It is better to keep the battery at room temperature - like 20-25 ℃. 

It seems that it might not a good idea to keep the cell in a refrigerator .

Both too low and too high temperature will affect the performance . 

Please refer to www.mybridge-evbattery.weebly.com 

Also a comprehensive battery technology www.mpoweruk.com



gojo said:


> Most of us bike guys are the first ones to use the LIFE batteries.
> I have been getting mine from Ping, and I have found his batteries last about 3 years, and then quit working, and this regardless of how much I use them. They just get old.
> I should have a couple of years on my present battery, and maybe longer. I kept it in the refrigerator this winter to hopefully slow the aging process.
> There are some other LIFE’s out there, and I am wondering if anyone has found some longer lasting batteries, at a good price.

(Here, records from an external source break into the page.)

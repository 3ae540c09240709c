"""Stability (ICH M10): the ``[stability]`` section."""

from __future__ import annotations

# the study schema before the settings that extend it (it imports them in turn)
from ...inputs import study as _study  # noqa: F401
from .analysis import StabilityResult, assess_stability, stability_criteria
from .settings import StabilityData, StabilitySection, load

__all__ = ["NAME", "TITLE", "SETTINGS", "RESULT_TYPES", "FRAGMENT", "PRESENTATION", "load", "assess"]

NAME = "stability"
TITLE = "Stability"
SETTINGS = StabilitySection
RESULT_TYPES = (StabilityResult,)
FRAGMENT = f"characteristics/{NAME}.html.j2"
PRESENTATION = f"{__name__}.presentation"      # sentences and figures (imported by the report only)


def assess(ctx):
    """The analyte's stability conditions and their criteria; ``None`` when it has no stability results."""
    from ...engine import Assessment

    data: StabilityData | None = ctx.data.characteristic_data.get(NAME)
    s: StabilitySection | None = getattr(ctx.config, NAME)
    if data is None or s is None:
        return None
    result = assess_stability(data, reference=s.reference, limit_pct=s.limit_pct, judged_on=s.judged_on,
                              min_replicates=s.min_replicates, level=1 - ctx.alpha)
    return Assessment(result, stability_criteria(result))
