def one_way_anova(values, groups, offset: float = 0.0) -> OneWayAnova:
    """One-way ANOVA, with sums of squares from data centred on the grand mean.

    Notes
    -----
    With p groups, N results and n_j per group: SS_between = sum n_j (ybar_j - ybar)^2,
    SS_within = sum (y_ij - ybar_j)^2, both from values centred on the grand
    mean first (two-pass), so constant leading digits do not cancel away
    precision [NIST-ANOVA]. n0 = (N - sum n_j^2 / N) / (p - 1) [ISO5725-2].
    ``offset`` is a constant already subtracted exactly from ``values`` (see
    :func:`validator.csvdata.exact_centre`); it is added back to the mean.
    """
    y = np.asarray(values, float)
    g = np.asarray(groups)
    labels = list(dict.fromkeys(g.tolist()))
    N, p = y.size, len(labels)
    grand = float(y.mean())
    c = y - grand
    grand += offset
    c = c - c.mean()
    ss_b = ss_w = 0.0
    nj = []
    for lab in labels:
        cj = c[g == lab]
        mj = cj.mean()
        ss_b += cj.size * mj**2
        ss_w += float(np.sum((cj - mj) ** 2))
        nj.append(cj.size)
    nj = np.array(nj, float)
    df_b, df_w = p - 1, N - p
    ms_b = ss_b / df_b if df_b > 0 else float("nan")
    ms_w = ss_w / df_w if df_w > 0 else float("nan")
    with quiet_numpy():
        F = ms_b / ms_w if df_b > 0 and df_w > 0 and ms_w > 0 else None
    pval = float(stats.f.sf(F, df_b, df_w)) if F is not None else None
    n0 = float((N - np.sum(nj**2) / N) / df_b) if df_b > 0 else float("nan")
    return OneWayAnova(p, N, grand, float(ss_b), float(ss_w), df_b, df_w, float(ms_b), float(ms_w),
                       None if F is None else float(F), pval, n0)


MONTE_CARLO_DRAWS = 100_000
MONTE_CARLO_SEED = 20_261_202


@dataclass(frozen=True)
class OutlierTest:
    """An outlier test (Cochran or Grubbs), or the statement that it was not applicable.

    Field names follow :class:`validator._common.TestResult`; in addition
    ``basis`` says how the p-value was obtained (closed form, bound or Monte
    Carlo), ``pvalue_se`` is the Monte Carlo standard error of the p-value
    (``None`` for closed forms), ``suspect`` names the series or result the
    statistic points at, ``series`` the series a within-series test ran on and
    ``sizes`` the series sizes the reference distribution was built for.
    """

    method: str
    statistic: float | None
    pvalue: float | None
    df: tuple | None = None
    reason: str = ""
    basis: str = ""
    pvalue_se: float | None = None
    suspect: str = ""
    series: str | None = None
    sizes: tuple | None = None

    @property
    def applicable(self) -> bool:
        return self.statistic is not None


def _outlier_na(method, reason, series=None) -> OutlierTest:
    return OutlierTest(method, None, None, reason=reason, series=series)


def _monte_carlo_pvalue(null_sorted: np.ndarray, statistic: float, upper: bool):
    """(p, standard error) from a sorted null sample; p = (b + 1)/(N + 1).

    b counts the simulated statistics at least as extreme as the observed one
    (>= for an upper-tail test, <= for a lower-tail test). The standard error
    is sqrt(p (1 - p)/N), at most 0.5/sqrt(N) (0.0016 for N = 100 000).
    """
    N = null_sorted.size
    if upper:
        b = N - np.searchsorted(null_sorted, statistic, side="left")
    else:
        b = np.searchsorted(null_sorted, statistic, side="right")
    p = (b + 1) / (N + 1)
    return float(p), float(np.sqrt(p * (1 - p) / N))


@lru_cache(maxsize=32)
def cochran_null_sample(sizes: tuple, draws: int = MONTE_CARLO_DRAWS, seed: int = MONTE_CARLO_SEED) -> np.ndarray:
    """Sorted simulated values of Cochran's C under the null for these series sizes.

    Under normal errors with one common variance, s_j^2 = sigma^2 chi^2(n_j - 1)/(n_j - 1)
    independently; sigma cancels in C, so C is simulated from chi-square draws
    with each series' own degrees of freedom (seeded, reproducible).
    """
    df = np.asarray(sizes, float) - 1
    rng = np.random.default_rng(seed)
    parts = []
    for rows in _chunks(draws, df.size):
        v = rng.chisquare(np.broadcast_to(df, (rows, df.size))) / df
        parts.append(v.max(axis=1) / v.sum(axis=1))
    out = np.sort(np.concatenate(parts))
    out.setflags(write=False)
    return out


MAX_SIMULATED_SERIES = 500      # beyond this the simulated p-values would take too long
_CHUNK_VALUES = 2_000_000       # random numbers held in memory at once by a simulation


def _chunks(draws: int, width: int):
    """Row counts that split ``draws`` rows of ``width`` values into memory-bounded blocks."""
    step = max(1, _CHUNK_VALUES // max(width, 1))
    done = 0
    while done < draws:
        rows = min(step, draws - done)
        yield rows
        done += rows


def cochran_critical_value(series: int, n: int, alpha: float = 0.05) -> float:
    """Upper critical value of Cochran's C for ``series`` series of ``n`` results each.

    Notes
    -----
    C_crit = 1 / (1 + (p - 1)/F), F = F(1 - alpha/p; n - 1, (p - 1)(n - 1)).
    Exact when C_crit >= 1/2 (then at most one series can exceed it); below
    1/2 it is the Bonferroni value, a slightly conservative (too large) limit.
    """
    F = stats.f.isf(alpha / series, n - 1, (series - 1) * (n - 1))
    return float(1.0 / (1.0 + (series - 1) / F))


def cochran_c(values, groups, alpha=0.05) -> OutlierTest:
    """Cochran's C for the largest series variance.

    Notes
    -----
    C = s_max^2 / sum_j s_j^2, each s_j^2 the variance of series j on its own
    n_j - 1 degrees of freedom, unweighted, also when the series sizes differ
    (the statistic of [ISO5725-2] sec. 7.3.3). One-sided (upper) test.

    p-value:

    * equal sizes n: p = min(1, p_s P(F > F_C)), F_C = (p_s - 1) C/(1 - C) on
      (n - 1, (n - 1)(p_s - 1)) df, p_s the number of series. Exact for
      C >= 1/2 (the events "series j has C_j > c" are then disjoint); for
      C < 1/2 it is the Bonferroni upper bound, so conservative.
    * unequal sizes: the closed form does not hold (using a mean n and n - 1 df
      for every variance inflates the false-alarm rate several-fold), so the
      p-value comes from a seeded Monte Carlo simulation of C under the null
      with the actual sizes (:func:`cochran_null_sample`, 100 000 draws;
      standard error of p at most 0.0016, reported in ``pvalue_se``).

    When every series but one has zero variance (ties), C = 1 whatever that
    variance is, and the test is reported not applicable rather than p = 0.
    """
    method = "Cochran's C"
    y = np.asarray(values, float)
    g = np.asarray(groups)
    labels = list(dict.fromkeys(g.tolist()))
    sizes = np.array([np.sum(g == lab) for lab in labels])
    if len(labels) < 2 or np.any(sizes < 2):
        return _outlier_na(method, "needs at least 2 series with 2 or more results each")
    var = np.array([np.var(y[g == lab] - y[g == lab].mean(), ddof=1) for lab in labels])
    if not np.all(np.isfinite(var)):
        return _outlier_na(method, "a series variance is not finite")
    if np.sum(var) == 0:
        return _outlier_na(method, "every series has zero variance")
    k = len(labels)
    if np.count_nonzero(var) == 1:
        return _outlier_na(method, "every series but one has zero variance (ties, e.g. from rounding), so C = 1 "
                                   "whatever the one variance is; the test cannot judge it")
    C = float(var.max() / var.sum())
    suspect = f"series {labels[int(np.argmax(var))]}"
    if np.all(sizes == sizes[0]):
        n = int(sizes[0])
        d1, d2 = n - 1, (n - 1) * (k - 1)
        with quiet_numpy():
            f_equiv = (k - 1) * C / (1 - C) if C < 1 else np.inf
        p = float(min(1.0, k * stats.f.sf(f_equiv, d1, d2)))
        basis = ("closed form from the F distribution, exact (equal series sizes, C >= 1/2)" if C >= 0.5 else
                 "closed form from the F distribution, Bonferroni upper bound (equal series sizes, C < 1/2; "
                 "conservative)")
        return OutlierTest(method, C, p, (k, n), basis=basis, suspect=suspect, sizes=tuple(int(s) for s in sizes))
    if k > MAX_SIMULATED_SERIES:
        return _outlier_na(method, f"unequal series sizes need a simulated p-value, done for at most "
                                   f"{MAX_SIMULATED_SERIES} series (this level has {k})")
    key = tuple(sorted(int(s) for s in sizes))
    p, se = _monte_carlo_pvalue(cochran_null_sample(key), C, upper=True)
    basis = (f"Monte Carlo under the normal null with the actual series sizes ({MONTE_CARLO_DRAWS} draws, "
             f"seed {MONTE_CARLO_SEED}; standard error of p {se:.2g}); unequal sizes, so no closed form")
    return OutlierTest(method, C, p, None, basis=basis, pvalue_se=se, suspect=suspect,
                       sizes=tuple(int(s) for s in sizes))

I would even consider going back to NiMH’s because they seemed to have a longer shelf life, and didn’t just all of the sudden quit, but would just gradually get less range, so I would know it was about time for a new one.


----------



## JRP3 (Mar 7, 2008)

For storage lower temperatures seem better, refrigerator temps should be fine.


----------



## Dink (Jun 3, 2010)

alexcrouse said:


> Sounds to me like the batteries you got were simply low quality. I have had that experience with Li-Poly Packs. Funny thing about Li-Polys: Zippy, the cheapest name brand on earth, seems to be one of the best.
> 
> If i was running an E-bike, i'd be running Turnigy Nano-Tech batteries. They just can't be beat. Check out HobbyKing.com. Save on shipping by buying products from the warehouse nearest you (yea, you have to pick your warehouse, but crap is CHEAP!)
> 
> They also sell 8000+ watt brushless motors. even up to 20kw i've seen on there, for CHEAP!


 
Anyone know about or had experience with the Blue Lipo brand RC batteries?


----------



## frodus (Apr 12, 2008)

Got a link, Dink?


----------



## Dink (Jun 3, 2010)

frodus said:


> Got a link, Dink?


I'm not good with computers. But they can be found at hobbypartz. com. I was thinking of seriesing a pair to get 36v +/- and paralell for amps to supply a trike/bicycle. Was looking into a 5s 30c's batteries to build a pack. Any sugistions? ( sorry spelling)


----------